A conversion means for converting a fisheye moving image of a predetermined area taken by a camera equipped with a fisheye lens into a plurality of distortion correction element images, and
A recognition means for performing object recognition processing on the distortion correction element image, and
The first position coordinate detecting means for obtaining the position coordinates in the distortion correction element image of the recognized object, and
A second position coordinate detecting means for obtaining the position coordinates of the recognized object in the predetermined region from the position coordinates in the distortion correction element image.
Equipped with
The conversion means provides a region in which the plurality of distortion correction element images partially overlap each other when generating the plurality of the distortion correction element images.
A recognition device characterized by that.

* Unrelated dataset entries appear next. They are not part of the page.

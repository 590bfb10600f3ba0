import { readFile } from 'node:fs/promises'
import type { Page } from 'playwright'
import { runProgram } from '../../corpus/index.ts'

/** What stands in the rows of the list of statements, one text a row. */
export async function listedStatements(page: Page): Promise<string[]> {
  const rows = page
    .getByRole('table')
    .getByRole('row')
    .filter({ has: page.getByRole('rowheader') })
  await rows.first().waitFor()
  return (await rows.allInnerTexts()).map((text) => text.replaceAll(/\s+/g, ' '))
}

async function download(page: Page, name: 'PDF' | 'CSV'): Promise<string> {
  const [file] = await Promise.all([
    page.waitForEvent('download'),
    page.getByRole('link', { name, exact: true }).click(),
  ])
  return file.path()
}

/** Downloads the statement one is on and reads it as a person would. */
export async function downloadPdfText(page: Page): Promise<string> {
  return (await runProgram('pdftotext', ['-layout', await download(page, 'PDF'), '-'])).toString()
}

/** Downloads the statement one is on as rows of cells; no cell of it has a comma or a quote in it. */
export async function downloadCsvRows(page: Page): Promise<Record<string, string>[]> {
  const text = (await readFile(await download(page, 'CSV'), 'utf8')).replace(/^\ufeff/, '')
  const [head = [], ...rows] = text
    .trimEnd()
    .split('\r\n')
    .map((line) => line.split(','))
  return rows.map((cells) => Object.fromEntries(head.map((name, index) => [name, cells[index] ?? ''])))
}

The conversion means generates a plurality of distortion correction element images having different azimuth angles by a perspective projection projection method by inputting parameters of a plurality of azimuth angles, elevation angles, and rotation angles.
The recognition device according to any one of claims 1 to 3, wherein the recognition device is characterized by the above.

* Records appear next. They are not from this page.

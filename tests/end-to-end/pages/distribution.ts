import type { Page } from 'playwright'
import { monthInWords } from '../support/months.ts'
import { goTo } from './sign-in.ts'

/** Opens the distribution of a month from the list of months. */
export async function openDistribution(page: Page, month: string): Promise<void> {
  await goTo(page, 'Distributions')
  await page.getByRole('link', { name: monthInWords(month), exact: true }).click()
  await page.getByRole('heading', { name: `Distribution of ${monthInWords(month)}`, level: 1 }).waitFor()
}

/** Waits, without loading anything anew, until the page says the month has come this far. */
export async function expectState(page: Page, state: string): Promise<void> {
  await page
    .locator('header')
    .filter({ has: page.getByRole('heading', { level: 1 }) })
    .getByText(state, { exact: true })
    .waitFor()
}

export async function calculateMonth(page: Page): Promise<void> {
  await page.getByRole('button', { name: 'Calculate the month' }).click()
}

export async function approveMonth(page: Page, month: string): Promise<void> {
  await page.getByRole('button', { name: 'Approve', exact: true }).click()
  await page
    .getByRole('dialog')
    .getByRole('button', { name: `Approve ${monthInWords(month)}` })
    .click()
}

export async function issueMonth(page: Page, month: string): Promise<void> {
  await page.getByRole('button', { name: 'Issue the statements' }).click()
  await page
    .getByRole('dialog')
    .getByRole('button', { name: `Issue ${monthInWords(month)}` })
    .click()
}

The recognition means surrounds the result of recognizing the object with a rectangle, and the base center point coordinates of the rectangle are the position coordinates of the object in the distortion correction element image.
The recognition device according to any one of claims 1 to 3, wherein the recognition device is characterized by the above.

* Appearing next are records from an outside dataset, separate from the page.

import RedisMock from 'ioredis-mock'
import { beforeEach, describe, expect, it } from 'vitest'
import { createSignInThrottle, type SignInThrottle } from './sign-in-throttle.ts'

const person = { account: 'clerk@example.org', ip: '192.0.2.1' }

let redis: InstanceType<typeof RedisMock>
let throttle: SignInThrottle

beforeEach(async () => {
  redis = new RedisMock()
  await redis.flushall()
  throttle = createSignInThrottle(redis, 'test')
})

async function admitTimes(count: number, who = person): Promise<void> {
  for (let attempt = 0; attempt < count; attempt += 1) await throttle.admit(who)
}

describe('createSignInThrottle', () => {
  it('admits five attempts and refuses the sixth, saying how long to wait', async () => {
    await admitTimes(5)
    await expect(throttle.admit(person)).rejects.toMatchObject({ code: 'too-many-attempts' })
    await expect(throttle.admit(person)).rejects.toHaveProperty('retryAfterSeconds', expect.closeTo(900, -1))
  })

  it('counts each address of a person apart, so that nobody locks out a colleague', async () => {
    await admitTimes(5)
    await expect(throttle.admit({ ...person, ip: '192.0.2.2' })).resolves.toBeUndefined()
  })

  it('refuses an address that tries many accounts', async () => {
    for (let account = 0; account < 60; account += 1) {
      await throttle.admit({ account: `person-${account}@example.org`, ip: person.ip })
    }
    await expect(throttle.admit({ account: 'another@example.org', ip: person.ip })).rejects.toMatchObject({
      code: 'too-many-attempts',
    })
  })

  it('starts again after a right password', async () => {
    await admitTimes(4)
    await throttle.forgive(person)
    await expect(admitTimes(5)).resolves.toBeUndefined()
  })

  it('keeps no e-mail address in Redis', async () => {
    await throttle.admit(person)
    const keys = await redis.keys('*')
    expect(keys).toHaveLength(2)
    expect(keys.join()).not.toContain('clerk')
  })

  it('keeps counting in memory while Redis is away', async () => {
    redis.disconnect()
    const away = createSignInThrottle(new RedisMock({ lazyConnect: true, enableOfflineQueue: false }), 'away')
    for (let attempt = 0; attempt < 5; attempt += 1) await away.admit(person)
    await expect(away.admit(person)).rejects.toMatchObject({ code: 'too-many-attempts' })
  })
})
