import type { Duty, DutyOf } from '#shared/engine/specification'
import { COMMON_MODE_FORM } from './common-mode-choke'
import { COUPLED_INDUCTOR_FORM } from './coupled-inductor'
import { CURRENT_SENSE_FORM } from './current-sense'
import type { DutyForm } from './fields'
import { FLYBACK_FORM } from './flyback'
import { FORWARD_FORM, FULL_BRIDGE_FORM, HALF_BRIDGE_FORM, PUSH_PULL_FORM } from './forced'
import { LLC_FORM } from './llc'
import { GATE_DRIVE_FORM } from './gate-drive'
import { INDUCTOR_FORM } from './inductor'

/** How each duty is entered: a new topology is one file and one line. Their order is that of the ways in. */
export const DUTY_FORMS: { readonly [T in Duty['topology']]: DutyForm<DutyOf<T>> } = {
  'flyback': FLYBACK_FORM,
  'forward': FORWARD_FORM,
  'half-bridge': HALF_BRIDGE_FORM,
  'full-bridge': FULL_BRIDGE_FORM,
  'push-pull': PUSH_PULL_FORM,
  'llc': LLC_FORM,
  'coupled-inductor': COUPLED_INDUCTOR_FORM,
  'inductor': INDUCTOR_FORM,
  'common-mode-choke': COMMON_MODE_FORM,
  'gate-drive': GATE_DRIVE_FORM,
  'current-sense': CURRENT_SENSE_FORM,
}

/** The form of a duty. The table's key and the duty's own agree, which the type of an index cannot say. */
export const formOf = <D extends Duty>(duty: D): DutyForm<D> => DUTY_FORMS[duty.topology] as unknown as DutyForm<D>

export const DUTY_TOPOLOGIES = Object.keys(DUTY_FORMS) as Duty['topology'][]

A camera with a fisheye lens and
The recognition device according to any one of claims 1 to 5 .
A recognition system characterized by being equipped with.

The computer that controls the recognition device,
A conversion means for converting a fisheye moving image of a predetermined area taken by a camera equipped with a fisheye lens into a plurality of distortion correction element images, and
A recognition means for performing object recognition processing on the distortion correction element image, and
The first position coordinate detecting means for obtaining the position coordinates in the distortion correction element image of the recognized object, and
A second position coordinate detecting means for obtaining the position coordinates of the recognized object in the predetermined region from the position coordinates in the distortion correction element image.
To function as
The recognition means calculates the longitude and latitude of the unit sphere from the coordinates of the distortion correction element image, and uses the azimuth angle, elevation angle, and rotation angle of the element image to calculate the longitude and latitude of the unit sphere. Find the longitude and latitude coordinates of the image,
Program for.

It is a method of detecting the position coordinates of an object recognized by the recognition device.
A conversion step that converts a fisheye video of a predetermined area taken by a camera equipped with a fisheye lens into multiple distortion correction element images, and
A recognition step for performing recognition processing of the object on the distortion correction element image, and
The first position coordinate detection step for obtaining the position coordinates in the distortion correction element image of the recognized object, and
A second position coordinate detection step of obtaining the position coordinates of the recognized object in the predetermined region from the position coordinates in the distortion correction element image.
Including
In the recognition step, the longitude and latitude of the unit sphere are calculated from the coordinates of the distortion correction element image, and the unit sphere is calculated by the rotation matrix calculation based on the azimuth angle, elevation angle, and rotation angle of the element image. Find the longitude and latitude coordinates of the image,
A position coordinate detection method characterized by this.